房俊自然不会拒绝,只是这种赌注倒是没有问题,就是如何拿回赌注是一个大问题的。
李佑虽然不受重视,可也是皇子。
房俊就算是牛逼,也不可能玩的过的,这里面涉及到皇族颜面的问题。
就算李二很不要脸,此事也会好好的教训房俊的。
而且还有更多的问题,比如藐视皇权。
对别人或许没有太大的问题,可在房俊这里绝对是大问题的。
要是没有能力,李二会一笑置之,要是有能力又不敬皇权,这可就很有问题了。
“说实话,我是很怕你赖账的,到时候我收账都不知道找谁。”
李佑脸色极为难看,房俊竟然在怕他会赖账。
这是赤裸裸的鄙视了吧?
“要不找个公证人?”
李佑神情难看,眼睛死死的盯着房俊。
房俊丝毫没有畏惧,淡淡的看了李佑一眼。
“你我赌斗,能做公证人的可不会太多。”
李佑微微皱眉,这话是一点都不假的,一个是驸马,一个是燕王,做公证人要是没有足够的地位是不可能的。
“我来如何?”
忽然一道苍老的声音响起。
众人一回头,恰巧看到老李渊走了出来。
李渊身穿一身玄衣,披着厚厚的裘衣,虽然看起来精神抖擞,脸上的皱纹是掩盖不住的沧桑。
“见过……”
众人正要行礼,就被李渊打断了。
“你们都跟房二叫,叫我老爷子就好。”
“老爷子,你怎么有时间出来了。”
老李渊哈哈大笑。
“我年轻的时候也是经常来这里的,那时候刚继承爵位,也喜欢鲜衣怒马,也像李崇义这样,想要骑最烈的马。”
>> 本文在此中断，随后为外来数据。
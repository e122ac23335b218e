"""Invented CMB experiments: the `Experiment` spec and the reader of its TOML file.

An experiment is summarised by its sky fraction f_sky, a white-noise level σ_T (μK·arcmin) in
temperature, a Gaussian beam of full width at half maximum θ_FWHM, a polarisation-noise factor
σ_P/σ_T (default √2: one set of detectors measuring both Stokes parameters — common practice) and a
range of multipoles cut into equal top-hat bins: [ell_min + k·w, ell_min + (k+1)·w − 1] for every k
whose bin ends at or below ell_max (a last partial bin is dropped). The noise and covariance model these
numbers feed is `infer.forecast.knox` (Knox 1995, Phys. Rev. D 52, 4307).

The spec file is a TOML file of our own layout (read with `tomllib`, checked with `infer.validate`;
every message names the file and the dotted key)::

    [experiment]        name, fsky, noise_uK_arcmin, beam_fwhm_arcmin, ell_min, ell_max, bin_width,
                        spectra, pol_noise_factor (optional)
    [fiducial]          omega_b, omega_c, H0, ln_As_1e10, n_s, tau (required), sum_mnu_eV, n_eff
    [mock]              seed, realise, output (.h5, relative to the spec file), description (optional)
    [theory]            optional: the backend that makes the fiducial spectra, as in a run file
                        (default code = "camb", accuracy = "standard"); with code = "templates" the
                        [fiducial] table holds that model's amplitudes instead of ΛCDM parameters

Ranges: ℓ up to `MAX_ELL`, at most `MAX_BANDS` bands in all (the covariance is dense), and the
beam-deconvolved noise must stay finite up to ell_max (a beam too wide for the ℓ range overflows it).
"""
from __future__ import annotations

import math

try:
    import tomllib
except ModuleNotFoundError:  # Python 3.10
    import tomli as tomllib
from dataclasses import dataclass
from pathlib import Path

import numpy as np

from infer import validate
from infer.data.bandpowers import MAX_ELL
from infer.data.checks import read_bytes
from infer.errors import UserError
from infer.theory.base import KINDS

#: Fiducial parameters every ΛCDM spec names, and the ones it may name.
FIDUCIAL_REQUIRED = ("omega_b", "omega_c", "H0", "ln_As_1e10", "n_s", "tau")
FIDUCIAL_OPTIONAL = ("sum_mnu_eV", "n_eff")
#: Largest number of bands of a mock (spectra × bins): its dense covariance is then 0.8 GB.
MAX_BANDS = 10_000
#: Smallest sky fraction (0.04 deg²): the f_sky-scaled mode count of the Knox formula means nothing for
#: patches smaller than a few times the bins' angular scale, and smaller values overflow the covariance.
MIN_FSKY = 1e-6

EXPERIMENT_KEYS = ("name", "fsky", "noise_uK_arcmin", "beam_fwhm_arcmin", "ell_min", "ell_max",
                   "bin_width", "spectra", "pol_noise_factor")
MOCK_KEYS = ("seed", "realise", "output", "description")
TABLES = ("experiment", "fiducial", "mock", "theory")
_MAX_SEED = 2**63 - 1


def check_experiment(v: dict, where: str, prefix: str = "") -> None:
    """Check experiment values; messages read ``WHERE: 'PREFIXkey' must be …``."""
    def key(k):
        return prefix + k

    validate.text(where, key("name"), v["name"], line=True)
    validate.number(where, key("fsky"), v["fsky"], low=MIN_FSKY, high=1.0)
    validate.number(where, key("noise_uK_arcmin"), v["noise_uK_arcmin"], low=0.0)
    validate.number(where, key("beam_fwhm_arcmin"), v["beam_fwhm_arcmin"], low=0.0)
    validate.number(where, key("pol_noise_factor"), v["pol_noise_factor"], low=0.0, low_open=True)
    validate.number(where, key("ell_min"), v["ell_min"], integer=True, low=2, high=MAX_ELL)
    validate.number(where, key("ell_max"), v["ell_max"], integer=True, low=2, high=MAX_ELL)
    validate.number(where, key("bin_width"), v["bin_width"], integer=True, low=1, high=MAX_ELL)
    if v["ell_max"] - v["ell_min"] + 1 < v["bin_width"]:
        raise UserError(f"{where}: '{key('ell_max')}': ℓ {v['ell_min']}–{v['ell_max']} holds no full bin "
                        f"of width {v['bin_width']}")
    spectra = validate.subset(where, key("spectra"), v["spectra"], KINDS)
    bands = len(spectra) * ((v["ell_max"] - v["ell_min"] + 1) // v["bin_width"])
    if bands > MAX_BANDS:
        raise UserError(f"{where}: '{key('bin_width')}' = {v['bin_width']} makes {bands} bands over "
                        f"ℓ {v['ell_min']}–{v['ell_max']} and {len(spectra)} spectra; at most {MAX_BANDS}")
    # The covariance holds squares of the noise spectrum: both must be finite up to ell_max.
    from infer.forecast.knox import noise_dl
    with np.errstate(over="ignore", invalid="ignore"):
        beam_only = noise_dl(v["ell_max"], 1.0, v["beam_fwhm_arcmin"])
        worst = noise_dl(v["ell_max"], v["noise_uK_arcmin"], v["beam_fwhm_arcmin"]) * \
            max(1.0, np.float64(v["pol_noise_factor"])) ** 2
        worst = worst * worst
    if not np.isfinite(beam_only * beam_only):
        raise UserError(f"{where}: '{key('beam_fwhm_arcmin')}' = {v['beam_fwhm_arcmin']}: the "
                        f"beam-deconvolved noise overflows before ℓ = {v['ell_max']} (beam too wide "
                        f"for this ℓ range)")
    if not np.isfinite(worst):
        culprit = "pol_noise_factor" if v["pol_noise_factor"] > 1e10 else "noise_uK_arcmin"
        raise UserError(f"{where}: '{key(culprit)}' = {v[culprit]}: the noise covariance overflows a "
                        f"double at ℓ = {v['ell_max']}")


@dataclass
class Experiment:
    """An invented CMB experiment (see the module docstring for the meaning of each field)."""

    name: str
    fsky: float
    noise_uK_arcmin: float
    beam_fwhm_arcmin: float
    ell_min: int
    ell_max: int
    bin_width: int
    spectra: tuple[str, ...]
    pol_noise_factor: float = math.sqrt(2.0)

    def __post_init__(self):
        self.spectra = tuple(self.spectra) if isinstance(self.spectra, (list, tuple)) else self.spectra
        check_experiment(self.__dict__, f"experiment {self.name!r}")

    @property
    def n_bins(self) -> int:
        """Bins per spectrum."""
        return (self.ell_max - self.ell_min + 1) // self.bin_width

    def bin_edges(self) -> tuple[np.ndarray, np.ndarray]:
        """(ell_lo, ell_hi) of the bins of one spectrum, inclusive."""
        lo = self.ell_min + self.bin_width * np.arange(self.n_bins, dtype=np.int64)
        return lo, lo + self.bin_width - 1


def _fiducial(where: str, table: dict, camb_like: bool) -> dict[str, float]:
    for key, val in table.items():
        if camb_like and key not in FIDUCIAL_REQUIRED + FIDUCIAL_OPTIONAL:
            raise UserError(f"{where}: unknown key 'fiducial.{key}' (known: "
                            f"{', '.join(FIDUCIAL_REQUIRED + FIDUCIAL_OPTIONAL)})")
        validate.number(where, f"fiducial.{key}", val)
    for key in FIDUCIAL_REQUIRED if camb_like else ():
        if key not in table:
            raise UserError(f"{where}: missing key 'fiducial.{key}'")
    for key in ("omega_b", "omega_c", "H0", "n_eff"):
        if key in table:
            validate.number(where, f"fiducial.{key}", table[key], low=0.0, low_open=True)
    for key in ("tau", "sum_mnu_eV"):
        if key in table:
            validate.number(where, f"fiducial.{key}", table[key], low=0.0)
    return {key: float(val) for key, val in table.items()}


def _mock_options(path: Path, table: dict) -> dict:
    where = str(path)
    validate.check_keys(where, "mock", table, MOCK_KEYS)
    options = {"seed": None, "realise": True, "output": None, "description": ""}
    if "seed" in table:
        options["seed"] = validate.number(where, "mock.seed", table["seed"], integer=True, low=0,
                                          high=_MAX_SEED)
    if "realise" in table:
        options["realise"] = validate.boolean(where, "mock.realise", table["realise"])
    if "description" in table:
        options["description"] = validate.text(where, "mock.description", table["description"],
                                               empty=True)
    if "output" in table:
        out = Path(validate.text(where, "mock.output", table["output"])).expanduser()
        if out.suffix.lower() not in (".h5", ".hdf5"):
            raise UserError(f"{where}: 'mock.output' must end in .h5 or .hdf5 (a dataset is written as "
                            f"HDF5), got {table['output']!r}")
        options["output"] = out if out.is_absolute() else path.resolve().parent / out
    return options


def read_experiment(path) -> tuple[Experiment, dict, dict]:
    """Read an experiment spec: (experiment, fiducial parameters, mock options incl. 'theory')."""
    path = Path(path)
    data = read_bytes(path, "experiment spec")
    try:
        spec = tomllib.loads(data.decode("utf-8"))
    except UnicodeDecodeError:
        raise UserError(f"{path}: experiment spec is not UTF-8 text") from None
    except tomllib.TOMLDecodeError as exc:
        raise UserError(f"{path}: not valid TOML ({' '.join(str(exc).split())})") from None
    where = str(path)
    for key in spec:
        if key not in TABLES:
            raise UserError(f"{path}: unknown top-level key {key!r} (known tables: "
                            f"{', '.join('[' + t + ']' for t in TABLES)})")
    for table in ("experiment", "fiducial"):
        if table not in spec:
            raise UserError(f"{path}: table [{table}] is missing")
    for table in TABLES:
        if table in spec and not isinstance(spec[table], dict):
            raise UserError(f"{path}: [{table}] must be a table, got {validate.show(spec[table])}")

    exp_table = spec["experiment"]
    validate.check_keys(where, "experiment", exp_table, EXPERIMENT_KEYS)
    for key in EXPERIMENT_KEYS:
        if key not in exp_table and key != "pol_noise_factor":
            raise UserError(f"{path}: missing key 'experiment.{key}'")
    values = dict(exp_table)
    values.setdefault("pol_noise_factor", math.sqrt(2.0))
    check_experiment(values, where, prefix="experiment.")
    values["spectra"] = tuple(values["spectra"])
    exp = Experiment(**values)

    theory = dict(spec.get("theory", {"code": "camb", "accuracy": "standard"}))
    if "code" not in theory:
        raise UserError(f"{path}: missing key 'theory.code' (\"camb\" or \"templates\")")
    validate.text(where, "theory.code", theory["code"])
    fiducial = _fiducial(where, spec["fiducial"], theory["code"] == "camb")
    options = _mock_options(path, spec.get("mock", {}))
    options["theory"] = theory
    return exp, fiducial, options


__all__ = ["Experiment", "read_experiment", "check_experiment", "FIDUCIAL_REQUIRED",
           "FIDUCIAL_OPTIONAL", "MAX_BANDS"]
“回想起来已经五十几年过去了,这地方还是没有变化,还是这么热闹。”
李渊这是给自己脸上贴金,此时的长安可比不了隋朝时期的长安。
隋文帝时期,长安的繁华是远胜现在的。
隋炀帝进行了一次迁都,之后又经历了几十年的战乱,长安的繁华也大不如前了。
“老爷子做我们的公证人自然是可以的。”
李佑对李渊是又敬又怕,阴家和老李家是有仇的,阴家弄死了李渊的小儿子李智云被李佑的外祖父所杀。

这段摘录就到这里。